ROBERTS, C. J., participated in the decision but retired prior to its announcement.

NOTES

[1] The essence of the charge may be found in G.L.1956 (1969 Reenactment) § 11-7-9 where the statute makes it a crime "to corrupt any owner, trainer, groom, jockey, racing official" or any person engaged in or connected in any manner with running, promoting or officiating at a horserace.

[2] Bryne had cut slits in the parka's lining so that there would be a right-hand pocket and a left-hand pocket. The loaded syringes were in the right-hand pocket. The empties were in the left-hand pocket.

[3] One of the trainers on the first hit list was Michael Capone who insisted that he and not Bryne would make the injection. The injection was given and the $200 paid. Subsequently, Capone was convicted of the crime of accepting a gift which was given to him with the intent of improperly influencing a horserace, a violation of G.L.1956 (1969 Reenactment) § 11-7-10. State v. Capone, 347 A.2d 615 (Sup.Ct.R.I., 1975). Some of the facts to which we have alluded here can also be found in the Capone opinion.

[4] The only defendant who did not appear at the final convocation was Adolph, the state inspector. Bryne conceded that he was in error when he told the grand jurors that Adolph was present at the payoff.

[5] The veterinarian whose practice was devoted to the full-time care of his private patients, when listing the symptoms that would manifest themselves in thoroughbreds that were similar to those that were hit by Bryne, qualified his answers by indicating that the symptoms he had described would be noticeable in a "great majority" of the horses that are given this drug.
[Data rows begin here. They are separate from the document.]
"""A picture or a film of a run in a file, whose name says which."""

from __future__ import annotations

from pathlib import Path

from swarmpush.output import OutputError
from swarmpush.scenario import Scenario
from swarmpush.viewing.export import Progress, save_gif, save_mp4
from swarmpush.viewing.film import Film, record
from swarmpush.viewing.still import save_png, save_svg

STILLS = {".png": (save_png, (1280, 720)), ".svg": (save_svg, (1280, 720))}
FILMS = {".gif": (save_gif, (800, 300)), ".mp4": (save_mp4, (1280, 720))}
SHOWN_S = 10.0  # on the clock, for a film whose speed nobody chose


def export_film(
    source: Scenario | Film,
    path: Path,
    *,
    seed: int | None = None,
    size: tuple[int, int] | None = None,
    at_s: float | None = None,
    span_s: tuple[float, float] | None = None,
    fps: float = 25.0,
    speed: float | None = None,
    progress: Progress | None = None,
) -> None:
    """Write a picture or a film of a run, without a window.

    Arguments:
        source: a scenario, which is run for this, or a film. path: ends in .png, .svg, .gif or .mp4.
        seed: of the run, for a scenario; its own unless given. size: px; as fits the kind unless given.
        at_s: model time of a picture; the end unless given. span_s: model times of a film; the whole run unless given.
        fps, speed: of a film: frames per second, and model time over time on the clock, so that it takes 10 s unless
            given. progress: called with frames done and frames in all.

    Raises:
        OutputError: when the name says no kind, an option does not go with it, packages are missing, there is nothing
            to show, or the file cannot be written.
    """
    kind = path.suffix.lower()
    if kind not in (*STILLS, *FILMS):
        raise OutputError(f"{path}: end the name in {', '.join((*STILLS, *FILMS))}, which says what to write")
    if kind in STILLS and span_s is not None:
        raise OutputError(f"{path}: a picture is of one time, --at; --span goes with films")
    if kind in FILMS and at_s is not None:
        raise OutputError(f"{path}: a film is of a span of time, --span; --at goes with pictures")
    if not path.parent.is_dir():
        raise OutputError(f"{path} cannot be written; make its folder first")
    film = source if isinstance(source, Film) else record(source, seed)
    if kind in STILLS:
        save_still, usual = STILLS[kind]
        save_still(film, film.duration_s if at_s is None else at_s, path, size or usual)
        return
    save_film, usual = FILMS[kind]
    begin, end = span_s or (0.0, film.duration_s)
    pace = speed or (end - begin if end > begin else SHOWN_S) / SHOWN_S
    save_film(film, path, size=size or usual, fps=fps, begin_s=begin, end_s=end, speed=pace, progress=progress)
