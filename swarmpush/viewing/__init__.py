"""Looking at runs: films of them, pictures, and a window."""
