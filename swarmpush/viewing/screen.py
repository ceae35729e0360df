"""What stands round the pictures in the window, as marks: status line, message, list of commands."""

from __future__ import annotations

from collections.abc import Callable
from typing import Literal

import numpy as np

from swarmpush.reporting.palette import AXIS, BLUE, INK, PALE, PAPER
from swarmpush.viewing.commands import Command
from swarmpush.viewing.controls import Controls, speed_words
from swarmpush.viewing.film import Film
from swarmpush.viewing.layout import KEYS_UNITS, Layout, Rect
from swarmpush.viewing.marks import Anchor, Mark, Polygon, Text, box
from swarmpush.viewing.parameters import parameters

Measure = Callable[[str, float], float]  # width in px of a text at a size
Align = Literal["left", "middle", "right"]

BUTTON = "#f2f5f7"
LEAST_SHRINK = 0.7  # of a text that is too wide; beyond that it is cut
SIDE_UNITS = 24  # of the message's line, for what is said about the film
LABELS = {
    Command.SLOWER: "-",
    Command.FASTER: "+",
    Command.LOWER: "-",
    Command.RAISE: "+",
    Command.HELP: "Help",
}
ARROWS = {  # the way they point, x to the right, y downward
    Command.PREVIOUS_SEED: (-1, 0),
    Command.NEXT_SEED: (1, 0),
    Command.PREVIOUS_PARAMETER: (0, -1),
    Command.NEXT_PARAMETER: (0, 1),
}
ARROW_SIZE = 0.35  # of the unit, from its middle to its tip


def line(text: str, place: Rect, size: float, measure: Measure, colour: str = INK, align: Align = "left") -> list[Mark]:
    """A line of text in the middle of a place's height; too wide, it is written smaller, and then cut."""
    if not text:
        return []
    wide = measure(text, size)
    if wide > place.width:
        size *= max(LEAST_SHRINK, place.width / wide)
    while len(text) > 4 and measure(text, size) > place.width:
        text = text[:-4] + "..."
    anchors: dict[Align, tuple[Anchor, float]] = {"left": ("w", 0.0), "middle": ("c", 0.5), "right": ("e", 1.0)}
    anchor, share = anchors[align]
    return [Text(place.x + share * place.width, place.y + place.height / 2, text, size, colour, anchor)]


def status(controls: Controls, film: Film, layout: Layout, measure: Measure) -> list[Mark]:
    """The status line: what can be clicked, and the values between."""
    unit, marks = layout.unit, list[Mark]()
    for command, cell in layout.cells.items():
        fill = PALE if command is Command.HELP and controls.shows_help else BUTTON
        marks.append(Polygon(box(cell), fill, AXIS, max(1.0, unit / 14)))
        if command in ARROWS:
            marks.append(_arrow(cell, *ARROWS[command], ARROW_SIZE * unit))
        else:
            label = LABELS.get(command) or ("Go" if controls.is_paused else "Pause")
            marks += line(label, cell.inset(unit // 6), unit, measure, align="middle")
    scenario = controls.wanted.scenario if controls.wanted else film.scenario
    seed = controls.wanted.seed if controls.wanted else film.seed
    marks += line(speed_words(controls.speed), layout.speed_cell, unit, measure, align="middle")
    marks += line(f"seed {seed}", layout.seed_cell, unit, measure, align="middle")
    marks += line(parameters(scenario)[controls.parameter].words(scenario), layout.value_cell, unit, measure)
    return marks


def _arrow(cell: Rect, right: int, down: int, size: float) -> Polygon:
    """A triangle in the middle of a cell."""
    ahead, aside = np.array([right, down]), np.array([down, right])
    middle = np.array([cell.x + cell.width / 2, cell.y + cell.height / 2])
    return Polygon(middle + size * np.array([ahead, aside - ahead, -aside - ahead]), INK)


def message(said: str, aside: str, layout: Layout, measure: Measure) -> list[Mark]:
    """What was said last, and on the right something about the film, unless what was said needs the whole line."""
    place, unit = layout.message, layout.unit
    side = min(SIDE_UNITS * unit, place.width // 2)
    left = place._replace(width=place.width - side - unit)
    if measure(said, unit) > left.width:
        return line(said, place, unit, measure)
    right = Rect(place.x + place.width - side, place.y, side, place.height)
    return [*line(said, left, unit, measure), *line(aside, right, unit, measure, AXIS, "right")]


def help_list(layout: Layout, measure: Measure) -> list[Mark]:
    """The list of commands, over all the rest."""
    sheet, unit = layout.help_box, layout.unit
    window = Rect(0, 0, layout.width, layout.height)
    marks: list[Mark] = [Polygon(box(window), PALE), Polygon(box(sheet), PAPER, AXIS, max(1.0, unit / 12))]
    head = Rect(sheet.x + unit, sheet.y, sheet.width - 2 * unit, 3 * unit)
    marks += line("Keys; each line can be clicked as well", head, 1.15 * unit, measure)
    for binding, cell in layout.help_cells:
        keys = cell._replace(width=round(KEYS_UNITS * unit))
        words = Rect(keys.x + keys.width, cell.y, cell.width - keys.width - unit // 2, cell.height)
        marks += line(binding.key_words, keys._replace(width=keys.width - unit // 2), 0.9 * unit, measure, BLUE)
        marks += line(binding.words, words, 0.9 * unit, measure)
    return marks
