"""What the window can be told to do, and the keys for it."""

from __future__ import annotations

from enum import StrEnum
from typing import NamedTuple


class Command(StrEnum):
    """One thing to do; the value is its name in messages."""

    PAUSE = "pause"
    BACK = "back"
    FORWARD = "forward"
    TO_START = "to start"
    TO_END = "to end"
    SLOWER = "slower"
    FASTER = "faster"
    NEXT_STRIKE = "next strike"
    PREVIOUS_STRIKE = "previous strike"
    NEXT_FAILURE = "next failure"
    PREVIOUS_FAILURE = "previous failure"
    ZOOM_IN = "zoom in"
    ZOOM_OUT = "zoom out"
    PAN_LEFT = "pan left"
    PAN_RIGHT = "pan right"
    PAN_UP = "pan up"
    PAN_DOWN = "pan down"
    WHOLE = "whole rig"
    FOLLOW = "follow"
    LET_GO = "let go"
    TRAILS = "trails"
    LAP = "lap"
    YAW = "yaw"
    POINT_WORLD = "point world"
    NEXT_SEED = "next seed"
    PREVIOUS_SEED = "previous seed"
    NEXT_PARAMETER = "next parameter"
    PREVIOUS_PARAMETER = "previous parameter"
    LOWER = "lower"
    RAISE = "raise"
    PICTURE = "picture"
    HELP = "help"
    CLOSE = "close"


class Binding(NamedTuple):
    """A command, the keys for it as `KeyDown` writes them, and what it does."""

    command: Command
    keys: tuple[str, ...]
    words: str

    @property
    def key_words(self) -> str:
        """The keys for people."""
        return " or ".join(_KEY_WORDS.get(key, key.upper() if len(key) == 1 else _spelled(key)) for key in self.keys)


_KEY_WORDS = {"-": "Minus", "+": "Plus", ",": "Comma", ".": "Period", "=": "="}


def _spelled(key: str) -> str:
    return "+".join(part.capitalize() for part in key.split("+"))


BINDINGS = (
    Binding(Command.PAUSE, ("space",), "pause, or go on"),
    Binding(Command.BACK, ("left",), "1 s back; paused: 1 sample"),
    Binding(Command.FORWARD, ("right",), "1 s on; paused: 1 sample"),
    Binding(Command.TO_START, ("home",), "to the start"),
    Binding(Command.TO_END, ("end",), "to the end so far"),
    Binding(Command.SLOWER, ("-",), "half as fast"),
    Binding(Command.FASTER, ("+", "="), "twice as fast"),
    Binding(Command.NEXT_STRIKE, ("s",), "next strike"),
    Binding(Command.PREVIOUS_STRIKE, ("shift+s",), "previous strike"),
    Binding(Command.NEXT_FAILURE, ("e",), "next named failure"),
    Binding(Command.PREVIOUS_FAILURE, ("shift+e",), "previous named failure"),
    Binding(Command.ZOOM_IN, ("z",), "nearer (or wheel)"),
    Binding(Command.ZOOM_OUT, ("x",), "farther (or wheel)"),
    Binding(Command.PAN_LEFT, ("shift+left",), "look left (or drag)"),
    Binding(Command.PAN_RIGHT, ("shift+right",), "look right"),
    Binding(Command.PAN_UP, ("shift+up",), "look up"),
    Binding(Command.PAN_DOWN, ("shift+down",), "look down"),
    Binding(Command.WHOLE, ("w",), "the whole rig"),
    Binding(Command.FOLLOW, ("f",), "follow the next (or click)"),
    Binding(Command.LET_GO, ("shift+f",), "follow none (or click again)"),
    Binding(Command.TRAILS, ("t",), "trails: none, short, long"),
    Binding(Command.LAP, ("l",), "planned lap"),
    Binding(Command.YAW, ("y",), "yaw drawn 1, 5, 20 fold"),
    Binding(Command.POINT_WORLD, ("d",), "point world beside it"),
    Binding(Command.NEXT_SEED, ("n",), "next seed, from the start"),
    Binding(Command.PREVIOUS_SEED, ("b",), "previous seed, from the start"),
    Binding(Command.NEXT_PARAMETER, ("down",), "choose the next value"),
    Binding(Command.PREVIOUS_PARAMETER, ("up",), "choose the previous value"),
    Binding(Command.LOWER, (",",), "lower it, and start anew"),
    Binding(Command.RAISE, (".",), "raise it, and start anew"),
    Binding(Command.PICTURE, ("p",), "save a picture (PNG)"),
    Binding(Command.HELP, ("h", "f1"), "this list"),
    Binding(Command.CLOSE, ("q", "escape"), "close"),
)

BY_KEY = {key: binding.command for binding in BINDINGS for key in binding.keys}

# what goes on while a key is held down; the others act once
REPEATING = {
    Command.BACK,
    Command.FORWARD,
    Command.ZOOM_IN,
    Command.ZOOM_OUT,
    Command.PAN_LEFT,
    Command.PAN_RIGHT,
    Command.PAN_UP,
    Command.PAN_DOWN,
    Command.NEXT_STRIKE,
    Command.PREVIOUS_STRIKE,
    Command.LOWER,
    Command.RAISE,
}
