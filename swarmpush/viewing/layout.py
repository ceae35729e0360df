"""Where things are in the window: pure arithmetic, in pixels."""

from __future__ import annotations

from dataclasses import dataclass
from typing import NamedTuple

from swarmpush.viewing.commands import BINDINGS, Binding, Command

LEAST_SIZE = (640, 400)  # px; a smaller window is laid out as if it were this large
HELP_COLUMNS = 3
KEYS_UNITS = 6.5  # of a column of the list, for the keys
CHARTS_SHARE = {1: 0.27, 2: 0.2}  # of the window's height, by the number of rigs
STRIPS_UNITS = 8  # of a rig's picture, above and below the channel


class Rect(NamedTuple):
    """A rectangle: its upper left corner, and how wide and high it is."""

    x: int
    y: int
    width: int
    height: int

    def holds(self, x: float, y: float) -> bool:
        """Whether a point lies in it."""
        return self.x <= x < self.x + self.width and self.y <= y < self.y + self.height

    def inset(self, margin: int) -> Rect:
        """What is left within a margin."""
        return Rect(self.x + margin, self.y + margin, self.width - 2 * margin, self.height - 2 * margin)


@dataclass(frozen=True)
class Layout:
    """The parts of the window.

    unit: height of a line of text, from which everything else follows. rigs: the body world's picture and, beside it,
    the point world's if that is shown. heads: for their names, where they need some. cells: what can be clicked in the
    status line, by command. speed_cell, seed_cell, value_cell: texts between them. help_box, help_cells: the list of
    commands, laid over the rest.
    """

    width: int
    height: int
    unit: int
    rigs: tuple[Rect, ...]
    heads: tuple[Rect, ...]
    charts: Rect
    cells: dict[Command, Rect]
    speed_cell: Rect
    seed_cell: Rect
    value_cell: Rect
    message: Rect
    timeline: Rect
    help_box: Rect
    help_cells: tuple[tuple[Binding, Rect], ...]


def lay_out(width: int, height: int, *, n_rigs: int = 1, rig_aspect: float = 4.0) -> Layout:
    """Lay out a window.

    Arguments:
        width, height: of the window. n_rigs: 2 with the point world. rig_aspect: the channel's length over its width;
            two long channels are put one above the other, two short ones side by side.
    """
    width, height = max(width, LEAST_SIZE[0]), max(height, LEAST_SIZE[1])
    unit = max(10, min(height // 40, width // 62))
    gap = unit // 2
    timeline = Rect(gap, height - gap - 3 * unit, width - 2 * gap, 3 * unit)
    message = Rect(gap, timeline.y - gap - unit - gap, width - 2 * gap, unit + gap)
    status = Rect(gap, message.y - 2 * unit, width - 2 * gap, 2 * unit)
    charts_height = round(CHARTS_SHARE[n_rigs] * height)
    charts = Rect(gap, status.y - gap - charts_height, width - 2 * gap, charts_height)
    place = Rect(0, 0, width, charts.y - gap)
    rigs, heads = _rigs(place, n_rigs, rig_aspect, unit)
    cells, speed_cell, seed_cell, value_cell = _status_cells(status, unit)
    help_box, help_cells = _help(width, height, unit)
    return Layout(
        width=width,
        height=height,
        unit=unit,
        rigs=rigs,
        heads=heads,
        charts=charts,
        cells=cells,
        speed_cell=speed_cell,
        seed_cell=seed_cell,
        value_cell=value_cell,
        message=message,
        timeline=timeline,
        help_box=help_box,
        help_cells=help_cells,
    )


def _rigs(place: Rect, n: int, aspect: float, unit: int) -> tuple[tuple[Rect, ...], tuple[Rect, ...]]:
    """Places for the channels' pictures, two so that the channels become as large as can be; places for their names.

    Side by side, the pictures are too narrow to say by themselves which is which.
    """
    if n == 1:
        return (place,), ()
    head = 2 * unit
    half_width, half_height, strips = place.width // 2, place.height // 2, STRIPS_UNITS * unit
    if min(half_width, aspect * (place.height - strips - head)) > min(place.width, aspect * (half_height - strips)):
        heads = (Rect(0, 0, half_width, head), Rect(half_width, 0, place.width - half_width, head))
        return tuple(each._replace(y=head, height=place.height - head) for each in heads), heads
    upper = place._replace(height=half_height)
    return (upper, Rect(0, half_height, place.width, place.height - half_height)), ()


def _status_cells(place: Rect, unit: int) -> tuple[dict[Command, Rect], Rect, Rect, Rect]:
    """Cells from both ends of the status line; the chosen value takes what is left between them."""
    gap = unit // 3
    widths: list[tuple[Command | str, float]] = [
        (Command.PAUSE, 4.5),
        ("", 0.5),
        (Command.SLOWER, 2.0),
        ("speed", 4.0),
        (Command.FASTER, 2.0),
        ("", 0.5),
        (Command.PREVIOUS_SEED, 2.0),
        ("seed", 6.5),
        (Command.NEXT_SEED, 2.0),
        ("", 0.5),
        (Command.PREVIOUS_PARAMETER, 2.0),
        (Command.NEXT_PARAMETER, 2.0),
        ("value", 0.0),
        (Command.LOWER, 2.0),
        (Command.RAISE, 2.0),
        ("", 0.5),
        (Command.HELP, 4.0),
    ]
    taken = sum(round(units * unit) for _, units in widths) + gap * (len(widths) - 1)
    x, cells, texts = place.x, dict[Command, Rect](), dict[str, Rect]()
    for name, units in widths:
        cell = Rect(x, place.y, round(units * unit) or place.width - taken, place.height)
        if isinstance(name, Command):
            cells[name] = cell
        else:
            texts[name] = cell
        x += cell.width + gap
    return cells, texts["speed"], texts["seed"], texts["value"]


def _help(width: int, height: int, unit: int) -> tuple[Rect, tuple[tuple[Binding, Rect], ...]]:
    n_rows = -(-len(BINDINGS) // HELP_COLUMNS)
    row, head = 2 * unit, 3 * unit
    margin = unit
    box_width = min(width - 2 * margin, 66 * unit)
    box_height = head + n_rows * row + margin
    box = Rect((width - box_width) // 2, max(0, (height - box_height) // 2), box_width, box_height)
    column = (box.width - 2 * margin) // HELP_COLUMNS
    cells = tuple(
        (binding, Rect(box.x + margin + (k // n_rows) * column, box.y + head + (k % n_rows) * row, column, row))
        for k, binding in enumerate(BINDINGS)
    )
    return box, cells
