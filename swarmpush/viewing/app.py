"""Watching a run in a window. It needs pygame and a display, which are asked for only then."""

from __future__ import annotations

from pathlib import Path

from swarmpush.output import OutputError
from swarmpush.scenario import Scenario
from swarmpush.viewing.extras import require
from swarmpush.viewing.film import Film, LiveFilm


class ViewingError(OutputError):
    """The window cannot be opened; the message says what to do."""


def watch(
    source: Scenario | Film,
    *,
    seed: int | None = None,
    size: tuple[int, int] = (1280, 720),
    speed: float | None = None,
    folder: Path | None = None,
) -> None:
    """Open a window on a run, until it is closed.

    Nothing done in the window changes what a seed gives: a run watched to its end is that of `simulate`, bit by bit.

    Arguments:
        source: a scenario, which is run while it is watched, or a film.
        seed: of the run, for a scenario; its own unless given.
        size: of the window, px; it can be changed later.
        speed: model time over time on the clock at the start; left out: a whole run passes in about a minute.
        folder: where pictures are saved; left out: the current one.

    Raises:
        ViewingError: when there is no display, or the size makes no window. OutputError: when pygame is missing.
    """
    require("pygame")
    from swarmpush.viewing.window import Window, close_display, open_display

    open_display(size)
    try:
        film = source if isinstance(source, Film) else LiveFilm(source, seed)
        Window(film, speed=speed, folder=folder).run()
    finally:
        close_display()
[6] Our reference to Irish folklore is in keeping with the sentiments expressed by the racetrack on the day in question. One of the exhibits is the program for March 17, 1971, which was sold to the track patrons. It cost 25 cents and was printed in green ink. The program is liberally decorated with shamrocks, harps, and attractive samples of Hibernian heraldry. As an extra added attraction, each of the races was suitably named. The first race was called "The Wearing of the Green," and the second was entitled "The Blarney Stone." The seventh race bears the label "The Faugh A Ballagh," while the ninth race was a tribute to "The Auld Sod."